TASK GOAL - Going through the data, count each line that has the word "Seen". Reply with the total and nothing more.

Stored data entries:
☆ ☆ ☆ ☆ ☆ ☆ ☆
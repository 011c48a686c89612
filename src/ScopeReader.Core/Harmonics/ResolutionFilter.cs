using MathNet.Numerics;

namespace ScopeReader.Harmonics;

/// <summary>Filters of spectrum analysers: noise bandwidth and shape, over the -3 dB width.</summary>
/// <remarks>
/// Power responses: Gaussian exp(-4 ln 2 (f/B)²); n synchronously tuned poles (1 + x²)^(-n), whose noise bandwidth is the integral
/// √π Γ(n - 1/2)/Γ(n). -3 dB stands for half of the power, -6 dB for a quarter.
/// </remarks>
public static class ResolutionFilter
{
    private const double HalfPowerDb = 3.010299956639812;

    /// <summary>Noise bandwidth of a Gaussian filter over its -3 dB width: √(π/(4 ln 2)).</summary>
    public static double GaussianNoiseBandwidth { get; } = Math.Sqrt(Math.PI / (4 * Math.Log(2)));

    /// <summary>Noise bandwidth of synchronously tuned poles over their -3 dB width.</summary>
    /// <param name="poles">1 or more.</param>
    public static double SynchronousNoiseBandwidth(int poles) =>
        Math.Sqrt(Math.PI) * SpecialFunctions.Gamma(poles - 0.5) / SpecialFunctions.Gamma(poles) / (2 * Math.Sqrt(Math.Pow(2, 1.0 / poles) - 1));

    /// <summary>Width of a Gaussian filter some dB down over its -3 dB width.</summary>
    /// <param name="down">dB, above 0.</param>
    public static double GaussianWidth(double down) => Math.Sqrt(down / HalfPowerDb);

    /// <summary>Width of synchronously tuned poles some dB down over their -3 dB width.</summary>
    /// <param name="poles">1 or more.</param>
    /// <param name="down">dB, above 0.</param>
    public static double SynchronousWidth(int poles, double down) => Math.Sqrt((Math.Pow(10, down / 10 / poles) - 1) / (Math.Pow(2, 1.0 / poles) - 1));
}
☆ ☆ ☆ ☆ ☆ ☆ ☆
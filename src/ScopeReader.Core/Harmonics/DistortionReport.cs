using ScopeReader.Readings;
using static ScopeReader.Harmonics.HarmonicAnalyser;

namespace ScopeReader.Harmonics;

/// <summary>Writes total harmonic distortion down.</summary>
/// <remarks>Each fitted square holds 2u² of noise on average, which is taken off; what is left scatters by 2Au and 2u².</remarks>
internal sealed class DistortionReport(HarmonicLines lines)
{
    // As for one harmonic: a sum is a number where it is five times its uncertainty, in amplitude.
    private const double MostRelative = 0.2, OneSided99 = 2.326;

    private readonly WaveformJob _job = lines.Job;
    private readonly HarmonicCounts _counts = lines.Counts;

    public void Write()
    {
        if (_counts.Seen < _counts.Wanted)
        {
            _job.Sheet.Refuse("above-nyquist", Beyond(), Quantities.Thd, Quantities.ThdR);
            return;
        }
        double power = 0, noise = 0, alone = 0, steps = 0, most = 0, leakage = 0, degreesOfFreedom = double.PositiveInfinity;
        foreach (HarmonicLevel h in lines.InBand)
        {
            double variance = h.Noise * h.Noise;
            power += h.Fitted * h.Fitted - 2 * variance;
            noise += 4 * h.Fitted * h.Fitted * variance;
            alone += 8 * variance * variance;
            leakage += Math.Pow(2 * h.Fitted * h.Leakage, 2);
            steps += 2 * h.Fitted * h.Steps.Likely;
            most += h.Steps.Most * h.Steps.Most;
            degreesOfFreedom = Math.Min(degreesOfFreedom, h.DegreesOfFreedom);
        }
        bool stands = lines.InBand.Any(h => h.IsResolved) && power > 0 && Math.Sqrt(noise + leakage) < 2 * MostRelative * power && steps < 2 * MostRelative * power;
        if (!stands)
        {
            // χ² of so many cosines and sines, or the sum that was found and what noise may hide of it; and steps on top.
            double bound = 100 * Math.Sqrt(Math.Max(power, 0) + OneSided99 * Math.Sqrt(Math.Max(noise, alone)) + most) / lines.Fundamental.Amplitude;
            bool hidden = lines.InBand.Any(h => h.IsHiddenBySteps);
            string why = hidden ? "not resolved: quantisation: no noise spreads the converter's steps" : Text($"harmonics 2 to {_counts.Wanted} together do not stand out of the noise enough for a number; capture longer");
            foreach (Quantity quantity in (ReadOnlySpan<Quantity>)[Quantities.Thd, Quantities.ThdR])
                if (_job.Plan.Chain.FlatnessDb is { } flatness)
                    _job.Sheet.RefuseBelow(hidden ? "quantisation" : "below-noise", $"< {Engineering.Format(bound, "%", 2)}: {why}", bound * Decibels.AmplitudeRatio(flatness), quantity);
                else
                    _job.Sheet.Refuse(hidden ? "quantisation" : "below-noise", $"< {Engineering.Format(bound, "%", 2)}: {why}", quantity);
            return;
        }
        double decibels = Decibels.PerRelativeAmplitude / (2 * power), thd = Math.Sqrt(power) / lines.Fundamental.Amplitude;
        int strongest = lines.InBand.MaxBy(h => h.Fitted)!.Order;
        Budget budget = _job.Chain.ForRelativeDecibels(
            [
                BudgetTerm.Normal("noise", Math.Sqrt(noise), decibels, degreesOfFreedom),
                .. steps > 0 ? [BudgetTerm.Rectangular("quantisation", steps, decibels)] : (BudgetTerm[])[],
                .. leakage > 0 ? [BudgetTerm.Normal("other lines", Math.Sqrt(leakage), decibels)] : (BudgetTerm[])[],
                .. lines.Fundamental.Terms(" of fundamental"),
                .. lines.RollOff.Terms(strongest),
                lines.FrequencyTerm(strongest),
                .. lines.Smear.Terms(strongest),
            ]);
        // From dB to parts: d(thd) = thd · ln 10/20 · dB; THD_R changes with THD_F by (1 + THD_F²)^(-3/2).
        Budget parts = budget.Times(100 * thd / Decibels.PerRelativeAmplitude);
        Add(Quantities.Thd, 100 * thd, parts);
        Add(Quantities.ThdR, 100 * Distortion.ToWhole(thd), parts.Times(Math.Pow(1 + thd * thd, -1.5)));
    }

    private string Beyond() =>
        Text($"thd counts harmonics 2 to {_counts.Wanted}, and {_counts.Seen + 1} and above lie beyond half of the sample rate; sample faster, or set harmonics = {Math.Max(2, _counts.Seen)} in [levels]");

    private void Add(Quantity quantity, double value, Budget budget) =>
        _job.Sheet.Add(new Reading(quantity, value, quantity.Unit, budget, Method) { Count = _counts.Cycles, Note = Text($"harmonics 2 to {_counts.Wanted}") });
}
☆ ☆ ☆ ☆ ☆ ☆ ☆
YOUR RESPONSE - 2